Source records:
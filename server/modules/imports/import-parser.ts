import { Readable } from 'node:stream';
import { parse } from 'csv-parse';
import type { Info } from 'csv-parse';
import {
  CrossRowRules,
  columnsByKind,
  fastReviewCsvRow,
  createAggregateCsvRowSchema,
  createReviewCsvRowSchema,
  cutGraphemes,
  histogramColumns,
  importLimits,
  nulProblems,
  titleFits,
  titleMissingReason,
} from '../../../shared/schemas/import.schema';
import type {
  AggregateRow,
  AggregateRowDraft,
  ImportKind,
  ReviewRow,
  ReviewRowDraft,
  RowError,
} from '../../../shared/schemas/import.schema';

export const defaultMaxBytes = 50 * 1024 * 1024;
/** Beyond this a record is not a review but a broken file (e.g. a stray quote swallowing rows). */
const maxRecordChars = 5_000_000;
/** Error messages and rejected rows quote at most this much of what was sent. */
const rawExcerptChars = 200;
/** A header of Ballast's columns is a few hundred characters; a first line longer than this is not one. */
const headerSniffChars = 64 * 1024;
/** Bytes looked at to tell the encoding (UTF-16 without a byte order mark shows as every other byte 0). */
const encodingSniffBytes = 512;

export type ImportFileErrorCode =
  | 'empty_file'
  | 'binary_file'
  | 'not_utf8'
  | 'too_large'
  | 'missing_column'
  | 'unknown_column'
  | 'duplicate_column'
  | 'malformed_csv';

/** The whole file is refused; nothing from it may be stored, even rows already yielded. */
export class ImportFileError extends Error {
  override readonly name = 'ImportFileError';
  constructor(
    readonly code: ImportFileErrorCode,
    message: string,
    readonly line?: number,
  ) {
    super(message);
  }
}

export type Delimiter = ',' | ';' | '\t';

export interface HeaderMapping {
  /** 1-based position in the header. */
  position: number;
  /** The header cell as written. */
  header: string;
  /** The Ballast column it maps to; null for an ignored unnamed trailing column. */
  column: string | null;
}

---

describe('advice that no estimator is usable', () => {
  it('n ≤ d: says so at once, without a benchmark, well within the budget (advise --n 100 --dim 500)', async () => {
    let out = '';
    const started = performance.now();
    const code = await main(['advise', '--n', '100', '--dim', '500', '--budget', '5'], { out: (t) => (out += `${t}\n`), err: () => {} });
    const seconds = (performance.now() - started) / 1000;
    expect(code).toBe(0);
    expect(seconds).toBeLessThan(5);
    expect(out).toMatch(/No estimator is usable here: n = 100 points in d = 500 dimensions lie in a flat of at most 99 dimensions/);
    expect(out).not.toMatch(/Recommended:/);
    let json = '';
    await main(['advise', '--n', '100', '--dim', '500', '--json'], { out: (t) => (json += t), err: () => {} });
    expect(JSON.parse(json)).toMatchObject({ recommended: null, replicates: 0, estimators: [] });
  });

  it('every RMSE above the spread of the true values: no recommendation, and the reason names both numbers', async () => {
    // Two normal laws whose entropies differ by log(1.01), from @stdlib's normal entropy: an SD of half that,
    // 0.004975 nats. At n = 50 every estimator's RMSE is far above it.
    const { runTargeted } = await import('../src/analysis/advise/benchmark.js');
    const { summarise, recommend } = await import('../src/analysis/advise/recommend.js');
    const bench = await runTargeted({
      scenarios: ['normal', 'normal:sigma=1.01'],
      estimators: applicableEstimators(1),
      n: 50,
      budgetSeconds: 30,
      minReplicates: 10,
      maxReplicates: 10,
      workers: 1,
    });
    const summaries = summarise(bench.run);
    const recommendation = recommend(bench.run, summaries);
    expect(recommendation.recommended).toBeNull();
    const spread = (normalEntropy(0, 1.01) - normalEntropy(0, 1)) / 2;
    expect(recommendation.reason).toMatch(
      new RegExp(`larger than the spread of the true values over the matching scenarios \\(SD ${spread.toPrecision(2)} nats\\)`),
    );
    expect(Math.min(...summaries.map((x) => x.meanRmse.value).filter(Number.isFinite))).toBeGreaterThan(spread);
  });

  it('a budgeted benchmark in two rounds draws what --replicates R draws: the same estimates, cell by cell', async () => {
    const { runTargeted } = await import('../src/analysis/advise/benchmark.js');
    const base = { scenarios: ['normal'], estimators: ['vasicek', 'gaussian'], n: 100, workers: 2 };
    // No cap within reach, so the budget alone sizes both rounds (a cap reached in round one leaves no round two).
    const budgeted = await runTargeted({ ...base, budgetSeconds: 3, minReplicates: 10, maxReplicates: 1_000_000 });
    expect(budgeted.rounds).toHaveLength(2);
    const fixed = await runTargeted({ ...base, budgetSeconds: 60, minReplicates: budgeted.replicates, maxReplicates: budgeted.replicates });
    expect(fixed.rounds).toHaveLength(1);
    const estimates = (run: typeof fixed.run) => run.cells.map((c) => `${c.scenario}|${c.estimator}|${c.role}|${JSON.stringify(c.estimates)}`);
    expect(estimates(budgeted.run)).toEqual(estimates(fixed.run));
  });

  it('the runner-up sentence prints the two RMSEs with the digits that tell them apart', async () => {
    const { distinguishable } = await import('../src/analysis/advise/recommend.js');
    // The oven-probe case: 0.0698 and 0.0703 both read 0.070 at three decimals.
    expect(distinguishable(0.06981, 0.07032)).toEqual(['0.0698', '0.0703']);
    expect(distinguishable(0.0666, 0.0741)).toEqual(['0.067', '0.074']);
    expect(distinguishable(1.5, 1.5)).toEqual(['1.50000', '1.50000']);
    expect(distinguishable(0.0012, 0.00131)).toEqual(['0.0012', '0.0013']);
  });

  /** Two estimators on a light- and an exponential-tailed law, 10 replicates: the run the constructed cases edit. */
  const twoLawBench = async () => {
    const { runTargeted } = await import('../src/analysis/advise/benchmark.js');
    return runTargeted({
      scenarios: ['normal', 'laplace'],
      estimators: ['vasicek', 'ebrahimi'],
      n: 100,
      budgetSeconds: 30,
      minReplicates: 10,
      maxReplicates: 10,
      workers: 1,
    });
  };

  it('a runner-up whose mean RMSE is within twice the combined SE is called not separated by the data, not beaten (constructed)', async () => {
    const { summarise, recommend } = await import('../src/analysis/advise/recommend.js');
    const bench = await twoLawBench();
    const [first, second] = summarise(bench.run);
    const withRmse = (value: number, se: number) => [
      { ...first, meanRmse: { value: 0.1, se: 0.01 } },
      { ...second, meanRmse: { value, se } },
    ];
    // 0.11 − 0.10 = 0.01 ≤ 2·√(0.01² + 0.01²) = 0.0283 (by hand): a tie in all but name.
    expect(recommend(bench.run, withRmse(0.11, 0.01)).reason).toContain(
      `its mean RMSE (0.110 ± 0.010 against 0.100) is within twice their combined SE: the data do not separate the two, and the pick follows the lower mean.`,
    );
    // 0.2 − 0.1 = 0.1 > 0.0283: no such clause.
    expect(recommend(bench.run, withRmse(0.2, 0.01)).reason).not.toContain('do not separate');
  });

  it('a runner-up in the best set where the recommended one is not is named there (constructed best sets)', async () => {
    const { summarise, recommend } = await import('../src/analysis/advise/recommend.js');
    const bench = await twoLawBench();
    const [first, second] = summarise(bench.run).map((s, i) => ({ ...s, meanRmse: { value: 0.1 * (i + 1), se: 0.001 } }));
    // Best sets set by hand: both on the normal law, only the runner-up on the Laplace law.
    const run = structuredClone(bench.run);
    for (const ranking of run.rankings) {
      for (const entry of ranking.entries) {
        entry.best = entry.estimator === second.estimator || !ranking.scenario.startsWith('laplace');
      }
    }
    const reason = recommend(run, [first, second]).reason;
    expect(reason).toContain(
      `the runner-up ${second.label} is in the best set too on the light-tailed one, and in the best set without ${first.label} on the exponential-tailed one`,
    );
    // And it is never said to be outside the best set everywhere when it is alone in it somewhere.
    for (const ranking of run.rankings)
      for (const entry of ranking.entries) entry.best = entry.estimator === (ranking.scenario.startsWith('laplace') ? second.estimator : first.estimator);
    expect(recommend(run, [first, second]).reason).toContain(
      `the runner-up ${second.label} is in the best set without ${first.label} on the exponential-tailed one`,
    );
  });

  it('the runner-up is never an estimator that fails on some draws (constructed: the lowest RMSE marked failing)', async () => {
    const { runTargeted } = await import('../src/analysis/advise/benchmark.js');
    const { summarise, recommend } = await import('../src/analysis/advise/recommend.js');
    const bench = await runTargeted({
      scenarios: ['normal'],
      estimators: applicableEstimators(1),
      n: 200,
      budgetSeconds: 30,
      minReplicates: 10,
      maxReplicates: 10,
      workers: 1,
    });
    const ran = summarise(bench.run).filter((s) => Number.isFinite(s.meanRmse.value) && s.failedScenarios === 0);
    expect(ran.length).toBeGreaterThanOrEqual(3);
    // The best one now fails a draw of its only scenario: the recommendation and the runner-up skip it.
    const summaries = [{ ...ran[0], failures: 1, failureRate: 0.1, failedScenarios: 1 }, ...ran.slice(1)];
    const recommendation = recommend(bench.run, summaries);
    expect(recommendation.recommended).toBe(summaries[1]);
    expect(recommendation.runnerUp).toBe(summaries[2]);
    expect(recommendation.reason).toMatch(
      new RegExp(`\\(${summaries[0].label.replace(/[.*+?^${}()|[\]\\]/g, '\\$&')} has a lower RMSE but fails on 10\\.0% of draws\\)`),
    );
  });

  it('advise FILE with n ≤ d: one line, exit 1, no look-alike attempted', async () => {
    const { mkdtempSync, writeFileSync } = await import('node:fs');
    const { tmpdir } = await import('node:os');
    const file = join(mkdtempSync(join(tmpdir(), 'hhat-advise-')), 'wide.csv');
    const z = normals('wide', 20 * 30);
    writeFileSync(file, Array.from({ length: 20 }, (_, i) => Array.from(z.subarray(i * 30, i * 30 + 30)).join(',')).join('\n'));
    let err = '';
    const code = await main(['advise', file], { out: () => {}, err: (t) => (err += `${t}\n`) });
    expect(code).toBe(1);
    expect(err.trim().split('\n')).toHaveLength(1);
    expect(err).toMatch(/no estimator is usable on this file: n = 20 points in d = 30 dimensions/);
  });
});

Assigned task:
Word for word, restate the lines above from the line containing "0, estimators: []" through the line containing "far above it.", with both included and nothing else.

Written reply:
    expect(JSON.parse(json)).toMatchObject({ recommended: null, replicates: 0, estimators: [] });
  });

  it('every RMSE above the spread of the true values: no recommendation, and the reason names both numbers', async () => {
    // Two normal laws whose entropies differ by log(1.01), from @stdlib's normal entropy: an SD of half that,
    // 0.004975 nats. At n = 50 every estimator's RMSE is far above it.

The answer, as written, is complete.